At the same time, there’s no need to jump the gun. I am, after all, on a pretty cool DR flying towards Tierra del Fuego at age 24 at the moment. Just like living in the Moontower, this is something no sum of money or planning could ever replicate. When I’m out there gliding along above the tree line with the motor whining between my legs and the wind in my face, I can’t imagine getting off the bike until I’ve spent my last dollar on just one more tank of gas. Time will tell. I’m just excited for Machu Picchu right now.
And also, I received an email the other day from a reader who’s been unsatisfied with my reports as of late.
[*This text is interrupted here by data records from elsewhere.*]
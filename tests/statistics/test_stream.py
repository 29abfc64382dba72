"""The stream's own figures against arithmetic on the list of its epochs."""

from __future__ import annotations

import dataclasses

import numpy as np
import pytest
from hypothesis import given
from hypothesis import strategies as st

from gnssmon.nmea.columns import Tally
from gnssmon.statistics.stream import Stream
from gnssmon.statistics.subject import Site, Span
from tests.statistics.batches import make_batch


def values(stream: Stream, span: Span | None = None) -> dict[str, float | None]:
    summary = stream.summary() if span is None else stream.summary(span)
    return {name.removeprefix("stream."): estimate.value for name, estimate in summary.items()}


def stream_of(axis_ms, site: Site | None = None, **columns) -> Stream:
    stream = Stream(site or Site())
    stream.update(make_batch(axis_ms, **columns))
    return stream


@given(st.sampled_from([20, 100, 200, 1000, 5000]), st.sets(st.integers(1, 198), max_size=60))
def test_missing_epochs(step_ms, missing):
    """Completeness is received / due, a gap is a run of missing epochs, its length the time between its neighbours."""
    kept = [k for k in range(200) if k not in missing]
    found = values(stream_of(np.array(kept) * step_ms))
    steps = np.diff(kept)

    assert len(kept) == found["epochs"]
    assert len(kept) / 200 == pytest.approx(found["completeness"])
    assert (steps > 1).sum() == found["gaps"]
    assert (steps.max() * step_ms / 1000.0 if (steps > 1).any() else 0.0) == pytest.approx(found["longest_gap_s"])
    assert step_ms / 1000.0 == found["interval_s"]
    assert 199 * step_ms / 1000.0 == pytest.approx(found["duration_s"])


@pytest.mark.parametrize(("rate_hz", "hours"), [(3, 24), (15, 2), (30, 1)])
def test_rates_that_do_not_divide_a_second(rate_hz, hours):
    """Three epochs a second come 333, 333 and 334 ms apart: nothing is missing and nothing is too much."""
    axis_ms = np.rint(np.arange(rate_hz * 3600 * hours) * 1000.0 / rate_hz)
    found = values(stream_of(axis_ms))

    assert found["completeness"] == pytest.approx(1.0, abs=1e-5)
    assert found["interval_s"] == pytest.approx(1.0 / rate_hz, rel=1e-5)
    assert found["gaps"] == 0.0


def test_one_second_in_a_second_missing_of_an_uneven_rate():
    """One in three of three a second is missed: completeness tells, although steps are uneven."""
    axis_ms = np.rint(np.arange(9000) * 1000.0 / 3)
    kept = np.ones(9000, dtype=bool)
    kept[4000:4300] = False
    found = values(stream_of(axis_ms[kept]))

    assert found["completeness"] == pytest.approx(8700 / 9000, abs=1e-4)
    assert found["gaps"] == 1.0


def test_time_that_steps_back():
    """A clock set back by ten minutes: the epochs before and behind are counted each in their own stretch."""
    axis_ms = np.concatenate([np.arange(600), np.arange(600)]) * 1000
    found = values(stream_of(axis_ms))

    assert (found["epochs"], found["time_steps"], found["completeness"]) == (1200.0, 1.0, 1.0)


def test_epochs_that_do_not_count():
    """Epochs without their position sentence are instants, and missing in the completeness."""
    counted = np.arange(100) % 4 != 1
    found = values(stream_of(np.arange(100) * 1000, counted=counted))

    assert (found["epochs"], found["instants"]) == (75.0, 100.0)
    assert found["completeness"] == pytest.approx(0.75)


@pytest.mark.parametrize("count", [0, 1, 2])
def test_hardly_any_epochs(count):
    """Without a step there is no rate, and nothing is said of what is due."""
    found = values(stream_of(np.arange(count) * 1000))

    assert found["interval_s"] == (1.0 if count == 2 else None)
    assert found["completeness"] == (1.0 if count == 2 else None)


def test_two_epochs_of_one_instant():
    """Repeated times (a receiver without a clock) are no rate."""
    found = values(stream_of(np.zeros(50)))

    assert (found["epochs"], found["interval_s"]) == (50.0, None)


def tally(**counts: int) -> Tally:
    return dataclasses.replace(Tally(), **counts)


def test_damage_and_load():
    """Shares of failures, torn sentences and foreign bytes; load at ten bits a byte (start, eight data, stop)."""
    stream = stream_of(np.arange(100) * 1000, Site(baud=9600))
    stream.observe(
        tally(bytes=48_000, sentences=950, unverified=150, checksum_failures=200, malformed=50, non_nmea_bytes=4800),
        99_000,
    )
    found = values(stream)

    assert found["checksum_failure_share"] == 200 / (800 + 200)
    assert found["malformed_share"] == 50 / (950 + 200 + 50)
    assert found["non_nmea_share"] == pytest.approx(0.1)
    assert found["bytes_per_s"] == pytest.approx(480.0)
    assert found["link_load"] == pytest.approx(0.5)


def test_no_load_without_a_line():
    """A file or a network has no baud rate."""
    stream = stream_of(np.arange(100) * 1000)
    stream.observe(tally(bytes=48_000, sentences=900), 99_000)

    assert values(stream)["link_load"] is None


def test_a_window_has_its_own_damage():
    """Differences of the tally belong to the minute of the latest epoch; merging adds them."""
    one, other = (Stream(Site()) for _ in range(2))
    one.update(make_batch(np.arange(60) * 1000))
    one.observe(tally(bytes=1000, sentences=60), 59_000)
    other.update(make_batch(60_000 + np.arange(60) * 1000))
    other.observe(tally(bytes=500, sentences=20), 70_000)
    other.observe(tally(bytes=2000, sentences=60, checksum_failures=30), 119_000)
    one.merge(other)

    assert values(one, Span(60_000, 120_000))["checksum_failure_share"] == pytest.approx(30 / 90)
    assert values(one, Span(0, 60_000))["checksum_failure_share"] == 0.0
    assert values(one)["checksum_failure_share"] == pytest.approx(30 / 150)
    assert one.picture().bytes.tolist() == [1000, 2000]


def test_the_picture_names_the_gaps():
    """Start on the axis and length, in order of time."""
    axis_ms = np.concatenate([np.arange(10), np.arange(15, 30), np.arange(50, 60)]) * 1000
    assert stream_of(axis_ms).picture().gaps == ((9000, 6.0), (29_000, 21.0))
Here’s a portionof what he had to say:
‘…you’ve devoted an inordinate amount of press to things that displease you. We get it. Point made. We know shit exists now get-past-it. Leave the smelly third world if it’s so irritating. Find your dream job at a surf shop or in the mountains but please STOP BITCHING. It’s a dreadful habit.’
I’ll keep this short and to the point. These are not fucking bedtime stories. Reading the hard times is getting you down? Try riding them. If my realities are too harsh, then pick up a Lonely Planet, because this is an adventure. I’ll write the good, the bad, and the beautiful. So hold on tight!